• [WHAT THE TASK REQUIRES] Produce as output only the lines below starting at the line with "let mut holder" and continuing through the line with "std::thread::sleep(std::time::Duration::from_millis(10));", each one exactly as written.

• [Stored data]
══════════════════════════════
#[cfg(test)]
mod tests {
    use super::*;

    fn temp_dir(tag: &str) -> PathBuf {
        let dir = std::env::temp_dir().join(format!(
            "series-io-{tag}-{}-{}",
            std::process::id(),
            SEQUENCE.fetch_add(1, Ordering::Relaxed)
        ));
        let _ = fs::remove_dir_all(&dir);
        dir
    }

    fn listing(dir: &Path) -> Vec<String> {
        let mut names: Vec<String> = fs::read_dir(dir)
            .unwrap()
            .map(|e| e.unwrap().file_name().to_string_lossy().into_owned())
            .collect();
        names.sort();
        names
    }

    #[test]
    fn writes_atomically_and_leaves_no_temporary() {
        let dir = temp_dir("ok");
        let out = OutputDir::create(&dir).unwrap();
        let path = out.write_bytes("a.txt", b"hello").unwrap();
        assert_eq!(fs::read(&path).unwrap(), b"hello");
        out.write_bytes("a.txt", b"again").unwrap();
        assert_eq!(fs::read(&path).unwrap(), b"again");
        assert_eq!(listing(&dir), ["a.txt"]);
        fs::remove_dir_all(dir).unwrap();
    }

    #[test]
    fn failed_write_keeps_the_previous_file_and_no_partial() {
        let dir = temp_dir("fail");
        let out = OutputDir::create(&dir).unwrap();
        out.write_bytes("labels.csv", b"old").unwrap();
        let err = out
            .write("labels.csv", |w| {
                w.write_all(b"half a fi")?;
                Err(io::Error::other("interrupted"))
            })
            .unwrap_err();
        assert!(err.to_string().contains("labels.csv"), "{err}");
        assert_eq!(fs::read(dir.join("labels.csv")).unwrap(), b"old");
        assert_eq!(listing(&dir), ["labels.csv"]);
        fs::remove_dir_all(dir).unwrap();
    }

    #[test]
    fn panicking_writer_leaves_nothing() {
        let dir = temp_dir("panic");
        let out = OutputDir::create(&dir).unwrap();
        let result = std::panic::catch_unwind(|| {
            let _ = out.write("x.csv", |_| panic!("writer bug"));
        });
        assert!(result.is_err());
        assert!(listing(&dir).is_empty());
        fs::remove_dir_all(dir).unwrap();
    }

    #[test]
    fn stale_partials_are_removed_and_names_checked() {
        let dir = temp_dir("stale");
        let out = OutputDir::create(&dir).unwrap();
        fs::write(dir.join(".run.json.partial-1-0"), b"{").unwrap();
        out.write_bytes("run.json", b"{}").unwrap();
        assert_eq!(out.remove_stale_partials().unwrap(), 1);
        assert_eq!(listing(&dir), ["run.json"]);
        for bad in ["", ".hidden", "a/b", "..", "c\\d"] {
            assert!(
                matches!(out.write_bytes(bad, b""), Err(OutputError::BadName { .. })),
                "{bad:?}"
            );
        }
        let sub = out.subdir("shard-1").unwrap();
        sub.write_bytes("curves.csv", b"x").unwrap();
        assert!(dir.join("shard-1/curves.csv").is_file());
        fs::write(dir.join("file"), b"").unwrap();
        assert!(matches!(
            OutputDir::create(dir.join("file")),
            Err(OutputError::NotADirectory { .. })
        ));
        fs::remove_dir_all(dir).unwrap();
    }

    #[test]
    fn exports_in_each_format() {
        let dir = temp_dir("export");
        let out = OutputDir::create(&dir).unwrap();
        let table = CsvTable {
            name: "t.csv".into(),
            header: vec!["name".into(), "value".into()],
            rows: vec![
                vec!["a,b".into(), "1".into()],
                vec!["say \"hi\"".into(), "2".into()],
            ],
        };
        out.export(&table).unwrap();
        // Quoting per RFC 4180 (Shafranovich 2005), section 2.6-2.7.
        assert_eq!(
            fs::read_to_string(dir.join("t.csv")).unwrap(),
            "name,value\n\"a,b\",1\n\"say \"\"hi\"\"\",2\n"
        );
        let value = serde_json::json!({"seed": 7});
        out.export(&JsonDocument {
            name: "run.json".into(),
            value: &value,
        })
        .unwrap();
        assert_eq!(
            fs::read_to_string(dir.join("run.json")).unwrap(),
            "{\n  \"seed\": 7\n}\n"
        );
        out.export(&TextDocument {
            name: "r.html".into(),
            text: "<p>x</p>".into(),
        })
        .unwrap();
        assert_eq!(fs::read_to_string(dir.join("r.html")).unwrap(), "<p>x</p>");
        let ragged = CsvTable {
            rows: vec![vec!["only one".into()]],
            ..table
        };
        assert!(out.export(&ragged).is_err());
        assert_eq!(listing(&dir), ["r.html", "run.json", "t.csv"]);
        fs::remove_dir_all(dir).unwrap();
    }

    #[test]
    fn float_format_round_trips_and_stays_short() {
        for x in [
            0.1,
            -0.0,
            1.0,
            1e-300,
            5e-324,
            123456.789,
            1e16,
            f64::MAX,
            -0.000012345,
        ] {
            let s = format_f64(x);
            assert_eq!(s.parse::<f64>().unwrap().to_bits(), x.to_bits(), "{s}");
            assert!(s.len() <= 24, "{s}");
        }
        assert_eq!(format_f64(0.25), "0.25");
        assert_eq!(format_f64(1e-300), "1e-300");
        assert_eq!(format_f64(f64::NAN), "NaN");
    }

    #[test]
    fn outputs_never_replace_an_input_by_path_link_or_name() {
        let root = temp_dir("inputs");
        let d = root.as_path();
        fs::create_dir_all(d).unwrap();
        fs::write(d.join("curves.csv"), "mine").unwrap();
        // Same path through the output directory.
        let err = OutputDir::create(d)
            .unwrap()
            .protect_inputs(&[&d.join("curves.csv")], &["curves.csv"])
            .unwrap_err();
        assert!(
            matches!(err, OutputError::WouldOverwriteInput { .. }),
            "{err}"
        );
        assert!(err.to_string().contains("an input of this run"), "{err}");
        // A hard link under the output name, made after the check: the write refuses it.
        let out = OutputDir::create(d.join("o"))
            .unwrap()
            .protect_inputs(&[&d.join("curves.csv")], &["labels.csv"])
            .unwrap();
        fs::hard_link(d.join("curves.csv"), d.join("o/labels.csv")).unwrap();
        assert!(matches!(
            out.write_bytes("labels.csv", b"x"),
            Err(OutputError::WouldOverwriteInput { .. })
        ));
        // A relative spelling of the same file.
        let dotted = d.join("o/../curves.csv");
        let err = OutputDir::create(d)
            .unwrap()
            .protect_inputs(&[&dotted], &["curves.csv"])
            .unwrap_err();
        assert!(
            matches!(err, OutputError::WouldOverwriteInput { .. }),
            "{err}"
        );
        assert_eq!(fs::read_to_string(d.join("curves.csv")).unwrap(), "mine");
        // The output directory itself being an input directory.
        let err = OutputDir::create(d.join("o"))
            .unwrap()
            .protect_inputs(&[&d.join("o/")], &[])
            .unwrap_err();
        assert!(matches!(err, OutputError::OutputIsInputDir { .. }), "{err}");
        // Other names are written as before.
        let out = OutputDir::create(d)
            .unwrap()
            .protect_inputs(&[&d.join("curves.csv")], &["labels.csv"])
            .unwrap();
        out.write_bytes("labels.csv", b"ok").unwrap();
        fs::remove_dir_all(d).unwrap();
    }
}
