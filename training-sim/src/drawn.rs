//! Every value drawn for one system, and the drawing itself (structure, units, couplings).

use std::collections::BTreeMap;

use serde::{Deserialize, Serialize};

use crate::family::Family;
use crate::seeds::{Draw, system_seed};
use crate::spec::Spec;

/// The causal structure of a system (how its units are wired).
#[derive(Debug, Clone, Copy, PartialEq, Eq, Hash, Serialize, Deserialize)]
#[serde(rename_all = "snake_case")]
#[non_exhaustive]
pub enum Structure {
    /// A drives B.
    OneWay,
    /// A and B drive each other.
    TwoWay,
    /// A drives B strongly enough to synchronise it.
    Synchrony,
    /// A -> B -> C, all observed.
    ChainObserved,
    /// A -> B -> C, B hidden.
    ChainHidden,
    /// A -> B -> C -> D, with B, C or neither hidden.
    Chain3,
    /// A hidden unit drives two uncoupled observed units.
    HiddenDriver,
    /// One hidden seasonal forcing drives two uncoupled units.
    SharedSeasonality,
    /// One hidden environmental noise drives two uncoupled units.
    SharedNoise,
    /// Two unrelated units.
    Independent,
    /// Two unrelated units, each with its own seasonal forcing of nearly equal period.
    SimilarPeriods,
    /// Three to five units with random couplings.
    Network,
}

impl Structure {
    /// Every structure, in the order of the spec's `[structures]` table.
    pub const ALL: [Structure; 12] = [
        Structure::OneWay,
        Structure::TwoWay,
        Structure::Synchrony,
        Structure::ChainObserved,
        Structure::ChainHidden,
        Structure::Chain3,
        Structure::HiddenDriver,
        Structure::SharedSeasonality,
        Structure::SharedNoise,
        Structure::Independent,
        Structure::SimilarPeriods,
        Structure::Network,
    ];

    /// The structure's name, as in the spec.
    pub fn as_str(self) -> &'static str {
        match self {
            Structure::OneWay => "one_way",
            Structure::TwoWay => "two_way",
            Structure::Synchrony => "synchrony",
            Structure::ChainObserved => "chain_observed",
            Structure::ChainHidden => "chain_hidden",
            Structure::Chain3 => "chain3",
            Structure::HiddenDriver => "hidden_driver",
            Structure::SharedSeasonality => "shared_seasonality",
            Structure::SharedNoise => "shared_noise",
            Structure::Independent => "independent",
            Structure::SimilarPeriods => "similar_periods",
            Structure::Network => "network",
        }
    }

    fn weight(self, spec: &Spec) -> f64 {
        let w = &spec.structures;
        match self {
            Structure::OneWay => w.one_way,
            Structure::TwoWay => w.two_way,
            Structure::Synchrony => w.synchrony,
            Structure::ChainObserved => w.chain_observed,
            Structure::ChainHidden => w.chain_hidden,
            Structure::Chain3 => w.chain3,
            Structure::HiddenDriver => w.hidden_driver,
            Structure::SharedSeasonality => w.shared_seasonality,
            Structure::SharedNoise => w.shared_noise,
            Structure::Independent => w.independent,
            Structure::SimilarPeriods => w.similar_periods,
            Structure::Network => w.network,
        }
    }
}

/// One observed state variable of a unit.
#[derive(Debug, Clone, PartialEq, Serialize, Deserialize)]
pub struct ObservedVar {
    /// Index of the state variable within its unit.
    pub state: usize,
    /// Column name in the output.
    pub name: String,
}

/// One unit: a copy of the family's dynamics with its own parameters.
#[derive(Debug, Clone, PartialEq, Serialize, Deserialize)]
pub struct UnitDraw {
    /// Observed variables; empty for a hidden unit.
    pub observed: Vec<ObservedVar>,
    /// Drawn parameters by name.
    pub params: BTreeMap<String, f64>,
    /// Initial state.
    pub initial: Vec<f64>,
}

/// A directed coupling between units: the driver's port variable enters the response's
/// equations.
#[derive(Debug, Clone, PartialEq, Serialize, Deserialize)]
pub struct CouplingDraw {
    /// Driving unit.
    pub from: usize,
    /// Driven unit.
    pub to: usize,
    /// Coupling strength.
    pub strength: f64,
}

/// A hidden exogenous driver.
#[derive(Debug, Clone, PartialEq, Serialize, Deserialize)]
#[serde(tag = "kind", rename_all = "snake_case")]
pub enum DriverKind {
    /// `f(t) = sin(2 pi t / period + phase)`, t in model time.
    Seasonal {
        /// Period in model time.
        period: f64,
        /// Phase in radians.
        phase: f64,
    },
    /// Unit-variance AR(1) noise updated once per sampling step (shared environment).
    Noise {
        /// Lag-one autocorrelation.
        persistence: f64,
        /// Seed of its stream.
        seed: u64,
    },
}

/// A hidden driver and the units it forces.
#[derive(Debug, Clone, PartialEq, Serialize, Deserialize)]
pub struct DriverDraw {
    /// What the driver is.
    pub kind: DriverKind,
    /// `(unit, amplitude)`: the unit's forced parameter is multiplied by `1 + amplitude f(t)`.
    pub targets: Vec<(usize, f64)>,
}
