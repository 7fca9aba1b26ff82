//! An exclusive lock on an output directory, so two runs never write into one folder.
//!
//! The lock is an advisory file lock (`flock` on Unix) on `DIR/.ccm-triage.lock`. The
//! operating system releases it when the holding process ends, however it ends, so a lock
//! left by a killed run can never block a later one. The file itself records who holds the
//! lock (process id, host, start time) for the refusal message; a clean release empties it,
//! so a file found non-empty by a run that gets the lock was left by a run that died, and the
//! new run reports that it took it over. The file is never deleted: deleting a lock file
//! while another process waits on it would let two processes hold two different files.

use std::fs::{File, OpenOptions, TryLockError};
use std::io::{Read, Seek, SeekFrom, Write};
use std::path::{Path, PathBuf};
use std::time::{SystemTime, UNIX_EPOCH};

use crate::error::OutputError;

/// Name of the lock file inside a locked directory.
pub const LOCK_FILE: &str = ".ccm-triage.lock";

/// The run that holds (or held) a lock, as recorded in the lock file.
#[derive(Debug, Clone, PartialEq, Eq)]
pub struct LockHolder {
    /// Process id.
    pub pid: u32,
    /// Host name.
    pub host: String,
    /// Start time, UTC.
    pub started: String,
}

impl std::fmt::Display for LockHolder {
    fn fmt(&self, f: &mut std::fmt::Formatter<'_>) -> std::fmt::Result {
        write!(
            f,
            "process {} on host {}, started {}",
            self.pid, self.host, self.started
        )
    }
}

/// A held lock; released when dropped (and by the operating system if the process dies).
#[derive(Debug)]
pub struct DirLock {
    file: File,
    path: PathBuf,
    taken_over: Option<LockHolder>,
}

impl DirLock {
    /// Take the lock on `dir` (which must exist), or fail at once with
    /// [`OutputError::Locked`] naming the run that holds it.
    pub fn acquire(dir: &Path) -> Result<Self, OutputError> {
        let path = dir.join(LOCK_FILE);
        let fail = |source| OutputError::Write {
            path: path.clone(),
            source,
        };
        let mut file = OpenOptions::new()
            .read(true)
            .write(true)
            .create(true)
            .truncate(false)
            .open(&path)
            .map_err(fail)?;
        match file.try_lock() {
            Ok(()) => {}
            Err(TryLockError::WouldBlock) => {
                // The holder writes its record just after taking the lock: give it a moment.
                let mut holder = read_holder(&mut file);
                for _ in 0..50 {
                    if holder.is_some() {
                        break;
                    }
                    std::thread::sleep(std::time::Duration::from_millis(10));
                    holder = read_holder(&mut file);
                }
                return Err(OutputError::Locked {
                    dir: dir.to_path_buf(),
                    holder: holder.map_or_else(
                        || "another run that is just starting".to_string(),
                        |h| h.to_string(),
                    ),
                });
            }
            Err(TryLockError::Error(e)) => return Err(fail(e)),
        }
        let taken_over = read_holder(&mut file);
        let me = LockHolder {
            pid: std::process::id(),
            host: host_name(),
            started: utc_now(),
        };
        let text = format!("pid {}\nhost {}\nstarted {}\n", me.pid, me.host, me.started);
        file.set_len(0).map_err(fail)?;
        file.seek(SeekFrom::Start(0)).map_err(fail)?;
        file.write_all(text.as_bytes()).map_err(fail)?;
        file.sync_all().map_err(fail)?;
        Ok(Self {
            file,
            path,
            taken_over,
        })
    }

    /// The run whose lock this one replaced: it died without releasing its record.
    pub fn taken_over(&self) -> Option<&LockHolder> {
        self.taken_over.as_ref()
    }

    /// The lock file.
    pub fn path(&self) -> &Path {
        &self.path
    }
}

impl Drop for DirLock {
    fn drop(&mut self) {
        // Best effort: an empty file marks a clean release; the lock itself goes with the file.
        let _ = self.file.set_len(0);
        let _ = self.file.unlock();
    }
}

fn read_holder(file: &mut File) -> Option<LockHolder> {
    let mut text = String::new();
    file.seek(SeekFrom::Start(0)).ok()?;
    file.take(4096).read_to_string(&mut text).ok()?;
    let field = |key: &str| {
        text.lines()
            .find_map(|l| l.strip_prefix(key).map(|v| v.trim().to_string()))
    };
    Some(LockHolder {
        pid: field("pid ")?.parse().ok()?,
        host: field("host ").unwrap_or_else(|| "unknown".into()),
        started: field("started ").unwrap_or_else(|| "at an unknown time".into()),
    })
}

fn host_name() -> String {
    std::fs::read_to_string("/proc/sys/kernel/hostname")
        .or_else(|_| std::fs::read_to_string("/etc/hostname"))
        .map(|h| h.trim().to_string())
        .ok()
        .filter(|h| !h.is_empty())
        .or_else(|| std::env::var("HOSTNAME").ok())
        .unwrap_or_else(|| "unknown".into())
}

/// The current time as `YYYY-MM-DD HH:MM:SS UTC`.
fn utc_now() -> String {
    utc_date(now_secs())
}

/// The current time as an ISO 8601 UTC timestamp, `YYYY-MM-DDTHH:MM:SSZ` (for run records).
pub fn utc_timestamp() -> String {
    utc_timestamp_at(now_secs())
}

/// Seconds since 1970-01-01 00:00:00 UTC as an ISO 8601 timestamp, `YYYY-MM-DDTHH:MM:SSZ`.
pub fn utc_timestamp_at(secs: u64) -> String {
    let (date, time) = civil(secs);
    format!("{date}T{time}Z")
}

fn now_secs() -> u64 {
    SystemTime::now()
        .duration_since(UNIX_EPOCH)
        .map_or(0, |d| d.as_secs())
}

/// Seconds since 1970-01-01 00:00:00 UTC as `YYYY-MM-DD HH:MM:SS UTC`.
fn utc_date(secs: u64) -> String {
    let (date, time) = civil(secs);
    format!("{date} {time} UTC")
}

/// Seconds since 1970-01-01 00:00:00 UTC as the date `YYYY-MM-DD` and the time `HH:MM:SS`.
fn civil(secs: u64) -> (String, String) {
    let (days, rem) = (secs / 86_400, secs % 86_400);
    let (year, month, day) = crate::timeaxis::civil_from_days(days as i64);
    (
        format!("{year:04}-{month:02}-{day:02}"),
        format!("{:02}:{:02}:{:02}", rem / 3600, rem % 3600 / 60, rem % 60),
    )
}

#[cfg(test)]
mod tests {
    use super::*;

    fn temp_dir(tag: &str) -> PathBuf {
        let dir = std::env::temp_dir().join(format!("series-io-lock-{tag}-{}", std::process::id()));
        let _ = std::fs::remove_dir_all(&dir);
        std::fs::create_dir_all(&dir).unwrap();
        dir
    }

    #[test]
    fn a_held_lock_refuses_a_second_holder_and_names_the_first() {
        let dir = temp_dir("held");
        let first = DirLock::acquire(&dir).unwrap();
        assert!(first.taken_over().is_none());
        let err = DirLock::acquire(&dir).unwrap_err();
        let text = err.to_string();
        assert!(matches!(err, OutputError::Locked { .. }), "{text}");
        assert!(
            text.contains(&format!("process {}", std::process::id())) && text.contains("in use"),
            "{text}"
        );
        drop(first);
        let again = DirLock::acquire(&dir).unwrap();
        assert!(again.taken_over().is_none(), "a clean release is not stale");
        drop(again);
        std::fs::remove_dir_all(&dir).unwrap();
    }

    #[test]
    fn a_record_left_by_a_dead_run_is_taken_over() {
        let dir = temp_dir("stale");
        std::fs::write(
            dir.join(LOCK_FILE),
            "pid 4000000\nhost elsewhere\nstarted 2026-01-01 00:00:00 UTC\n",
        )
        .unwrap();
        let lock = DirLock::acquire(&dir).unwrap();
        let old = lock.taken_over().expect("stale record reported");
        assert_eq!((old.pid, old.host.as_str()), (4_000_000, "elsewhere"));
        drop(lock);
        std::fs::remove_dir_all(&dir).unwrap();
    }

    #[test]
    fn civil_dates_match_python_datetime() {
        // Timestamps from Python 3's datetime module (datetime(...).timestamp(), UTC).
        assert_eq!(utc_date(0), "1970-01-01 00:00:00 UTC");
        assert_eq!(utc_date(1_796_234_709), "2026-12-02 18:05:09 UTC");
        assert_eq!(utc_date(951_868_799), "2000-02-29 23:59:59 UTC");
        assert_eq!(utc_timestamp_at(951_868_799), "2000-02-29T23:59:59Z");
    }
}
══════════════════════════════
• [ANSWER]
                let mut holder = read_holder(&mut file);
                for _ in 0..50 {
                    if holder.is_some() {
                        break;
                    }
                    std::thread::sleep(std::time::Duration::from_millis(10));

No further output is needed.